• Records shown
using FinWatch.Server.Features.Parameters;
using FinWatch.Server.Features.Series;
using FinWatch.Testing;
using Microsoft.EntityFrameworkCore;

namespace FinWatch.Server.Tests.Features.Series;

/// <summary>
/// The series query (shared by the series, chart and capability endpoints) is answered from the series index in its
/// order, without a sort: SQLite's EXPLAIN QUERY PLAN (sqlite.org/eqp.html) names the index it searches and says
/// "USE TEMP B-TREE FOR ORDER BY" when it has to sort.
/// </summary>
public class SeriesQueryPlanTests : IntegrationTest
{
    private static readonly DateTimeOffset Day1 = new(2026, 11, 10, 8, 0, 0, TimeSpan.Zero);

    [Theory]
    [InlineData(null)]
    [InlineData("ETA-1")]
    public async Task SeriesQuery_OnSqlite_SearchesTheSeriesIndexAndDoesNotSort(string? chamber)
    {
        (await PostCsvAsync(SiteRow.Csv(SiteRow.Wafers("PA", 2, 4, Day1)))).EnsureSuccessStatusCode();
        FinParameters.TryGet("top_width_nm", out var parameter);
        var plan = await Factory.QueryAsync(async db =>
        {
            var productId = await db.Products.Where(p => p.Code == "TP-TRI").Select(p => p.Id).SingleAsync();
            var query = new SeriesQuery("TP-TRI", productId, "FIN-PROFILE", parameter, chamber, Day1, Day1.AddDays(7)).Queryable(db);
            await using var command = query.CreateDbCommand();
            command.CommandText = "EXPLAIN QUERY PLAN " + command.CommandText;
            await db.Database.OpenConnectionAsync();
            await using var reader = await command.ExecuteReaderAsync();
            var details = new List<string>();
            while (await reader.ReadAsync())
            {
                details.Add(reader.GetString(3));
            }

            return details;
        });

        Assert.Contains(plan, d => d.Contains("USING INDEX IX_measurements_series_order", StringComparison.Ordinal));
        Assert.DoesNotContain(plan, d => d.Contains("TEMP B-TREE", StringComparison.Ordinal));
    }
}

* * *

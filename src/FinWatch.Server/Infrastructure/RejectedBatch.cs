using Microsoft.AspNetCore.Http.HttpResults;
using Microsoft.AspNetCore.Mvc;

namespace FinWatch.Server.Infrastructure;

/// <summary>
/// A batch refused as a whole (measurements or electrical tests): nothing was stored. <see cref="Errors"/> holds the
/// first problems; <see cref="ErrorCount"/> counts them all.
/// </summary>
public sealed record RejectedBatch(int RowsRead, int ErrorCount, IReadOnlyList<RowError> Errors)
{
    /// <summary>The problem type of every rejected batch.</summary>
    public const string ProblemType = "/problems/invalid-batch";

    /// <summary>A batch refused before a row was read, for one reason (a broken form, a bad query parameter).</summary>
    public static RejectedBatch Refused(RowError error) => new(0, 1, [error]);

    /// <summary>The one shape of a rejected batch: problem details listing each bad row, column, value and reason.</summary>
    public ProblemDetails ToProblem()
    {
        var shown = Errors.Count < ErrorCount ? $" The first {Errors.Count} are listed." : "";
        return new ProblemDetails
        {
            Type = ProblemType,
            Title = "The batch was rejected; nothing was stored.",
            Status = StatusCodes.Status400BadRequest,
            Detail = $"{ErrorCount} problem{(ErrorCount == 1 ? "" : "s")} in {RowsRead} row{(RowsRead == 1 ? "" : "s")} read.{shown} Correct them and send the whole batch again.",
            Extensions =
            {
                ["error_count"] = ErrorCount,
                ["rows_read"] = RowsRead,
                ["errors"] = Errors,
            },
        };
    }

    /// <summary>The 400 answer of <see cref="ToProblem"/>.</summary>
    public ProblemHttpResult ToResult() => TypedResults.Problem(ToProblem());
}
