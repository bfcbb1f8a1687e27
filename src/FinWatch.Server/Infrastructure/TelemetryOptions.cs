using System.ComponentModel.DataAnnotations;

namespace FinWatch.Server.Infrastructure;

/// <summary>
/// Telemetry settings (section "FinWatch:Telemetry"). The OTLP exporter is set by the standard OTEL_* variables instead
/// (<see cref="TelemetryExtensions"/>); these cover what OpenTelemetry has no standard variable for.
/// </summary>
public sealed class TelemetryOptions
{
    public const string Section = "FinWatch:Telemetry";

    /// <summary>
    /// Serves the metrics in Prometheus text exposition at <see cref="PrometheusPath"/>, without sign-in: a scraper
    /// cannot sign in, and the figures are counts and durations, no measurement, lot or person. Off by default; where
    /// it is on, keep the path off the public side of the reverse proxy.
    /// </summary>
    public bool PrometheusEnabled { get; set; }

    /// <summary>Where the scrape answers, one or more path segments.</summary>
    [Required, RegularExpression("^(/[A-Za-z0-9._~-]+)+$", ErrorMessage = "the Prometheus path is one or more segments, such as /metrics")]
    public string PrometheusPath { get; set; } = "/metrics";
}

...

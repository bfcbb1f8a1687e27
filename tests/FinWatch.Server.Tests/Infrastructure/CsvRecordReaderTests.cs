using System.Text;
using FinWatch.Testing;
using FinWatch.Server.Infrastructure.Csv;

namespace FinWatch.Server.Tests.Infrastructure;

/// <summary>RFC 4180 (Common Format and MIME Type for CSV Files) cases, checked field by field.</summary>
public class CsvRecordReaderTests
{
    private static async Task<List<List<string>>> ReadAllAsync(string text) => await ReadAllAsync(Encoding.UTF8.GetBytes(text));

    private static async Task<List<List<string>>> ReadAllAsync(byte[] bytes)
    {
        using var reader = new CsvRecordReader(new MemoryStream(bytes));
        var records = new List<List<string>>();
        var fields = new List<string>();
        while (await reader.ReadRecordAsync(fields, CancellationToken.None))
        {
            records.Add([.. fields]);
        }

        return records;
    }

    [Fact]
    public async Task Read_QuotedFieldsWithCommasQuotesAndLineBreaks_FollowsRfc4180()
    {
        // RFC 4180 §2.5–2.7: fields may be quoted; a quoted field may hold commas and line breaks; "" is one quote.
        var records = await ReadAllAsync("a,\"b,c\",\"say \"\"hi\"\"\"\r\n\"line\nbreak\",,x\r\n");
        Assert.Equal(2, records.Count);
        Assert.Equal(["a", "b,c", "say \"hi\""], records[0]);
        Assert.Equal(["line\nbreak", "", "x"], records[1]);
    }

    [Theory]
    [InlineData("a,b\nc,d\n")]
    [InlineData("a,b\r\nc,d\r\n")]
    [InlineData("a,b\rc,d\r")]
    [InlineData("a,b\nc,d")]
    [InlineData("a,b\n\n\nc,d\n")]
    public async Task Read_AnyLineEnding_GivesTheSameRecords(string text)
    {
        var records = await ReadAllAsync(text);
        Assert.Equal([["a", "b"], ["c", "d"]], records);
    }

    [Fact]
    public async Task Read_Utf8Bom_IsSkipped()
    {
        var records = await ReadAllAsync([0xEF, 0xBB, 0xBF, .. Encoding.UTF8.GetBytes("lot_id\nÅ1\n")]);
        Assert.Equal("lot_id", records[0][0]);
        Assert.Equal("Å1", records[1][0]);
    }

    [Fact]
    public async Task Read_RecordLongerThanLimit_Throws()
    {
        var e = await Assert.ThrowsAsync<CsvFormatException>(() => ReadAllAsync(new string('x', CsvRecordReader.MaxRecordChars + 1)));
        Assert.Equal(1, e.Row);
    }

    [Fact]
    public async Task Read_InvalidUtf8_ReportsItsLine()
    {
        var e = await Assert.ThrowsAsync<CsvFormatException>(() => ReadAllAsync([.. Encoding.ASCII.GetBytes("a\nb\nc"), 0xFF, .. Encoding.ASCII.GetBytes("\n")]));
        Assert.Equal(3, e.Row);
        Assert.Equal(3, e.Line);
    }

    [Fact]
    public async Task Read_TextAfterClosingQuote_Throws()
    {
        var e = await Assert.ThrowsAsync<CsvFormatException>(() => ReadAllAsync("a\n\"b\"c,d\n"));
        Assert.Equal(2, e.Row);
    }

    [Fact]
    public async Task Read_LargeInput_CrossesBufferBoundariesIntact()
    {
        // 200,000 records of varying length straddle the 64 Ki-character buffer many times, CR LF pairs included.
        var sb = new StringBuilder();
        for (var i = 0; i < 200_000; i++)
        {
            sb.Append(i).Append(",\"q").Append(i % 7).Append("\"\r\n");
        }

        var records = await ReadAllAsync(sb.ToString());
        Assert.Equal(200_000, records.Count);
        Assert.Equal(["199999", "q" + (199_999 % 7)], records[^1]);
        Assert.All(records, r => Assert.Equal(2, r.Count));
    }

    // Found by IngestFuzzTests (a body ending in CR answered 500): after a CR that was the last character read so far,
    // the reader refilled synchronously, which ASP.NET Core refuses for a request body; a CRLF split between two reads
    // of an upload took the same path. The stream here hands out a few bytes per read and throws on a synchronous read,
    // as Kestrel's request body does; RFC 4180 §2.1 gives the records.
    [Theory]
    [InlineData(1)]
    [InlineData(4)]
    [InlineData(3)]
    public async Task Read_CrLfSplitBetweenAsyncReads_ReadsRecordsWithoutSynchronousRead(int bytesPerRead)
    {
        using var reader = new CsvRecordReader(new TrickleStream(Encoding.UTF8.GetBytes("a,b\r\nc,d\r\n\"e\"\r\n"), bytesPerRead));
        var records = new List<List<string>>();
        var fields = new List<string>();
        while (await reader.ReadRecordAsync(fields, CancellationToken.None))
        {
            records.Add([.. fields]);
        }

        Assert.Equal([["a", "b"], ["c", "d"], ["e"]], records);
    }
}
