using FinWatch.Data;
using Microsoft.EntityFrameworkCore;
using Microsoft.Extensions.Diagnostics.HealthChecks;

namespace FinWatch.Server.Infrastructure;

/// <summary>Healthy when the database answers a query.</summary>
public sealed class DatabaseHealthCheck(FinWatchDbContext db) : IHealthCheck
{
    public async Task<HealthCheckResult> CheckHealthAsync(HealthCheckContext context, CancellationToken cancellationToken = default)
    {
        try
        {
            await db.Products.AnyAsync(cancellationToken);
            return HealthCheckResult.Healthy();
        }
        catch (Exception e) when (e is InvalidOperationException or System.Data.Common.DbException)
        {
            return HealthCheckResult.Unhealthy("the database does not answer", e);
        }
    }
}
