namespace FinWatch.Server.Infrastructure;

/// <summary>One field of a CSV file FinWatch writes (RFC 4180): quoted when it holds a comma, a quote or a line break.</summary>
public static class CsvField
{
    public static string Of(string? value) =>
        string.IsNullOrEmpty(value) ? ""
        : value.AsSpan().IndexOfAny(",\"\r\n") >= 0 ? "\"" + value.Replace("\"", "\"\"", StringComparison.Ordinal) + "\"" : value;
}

• Required action
Look through the entries and find each line that has the string "segments". Copy those lines.

• Problem solution
    /// <summary>Where the scrape answers, one or more path segments.</summary>
    [Required, RegularExpression("^(/[A-Za-z0-9._~-]+)+$", ErrorMessage = "the Prometheus path is one or more segments, such as /metrics")]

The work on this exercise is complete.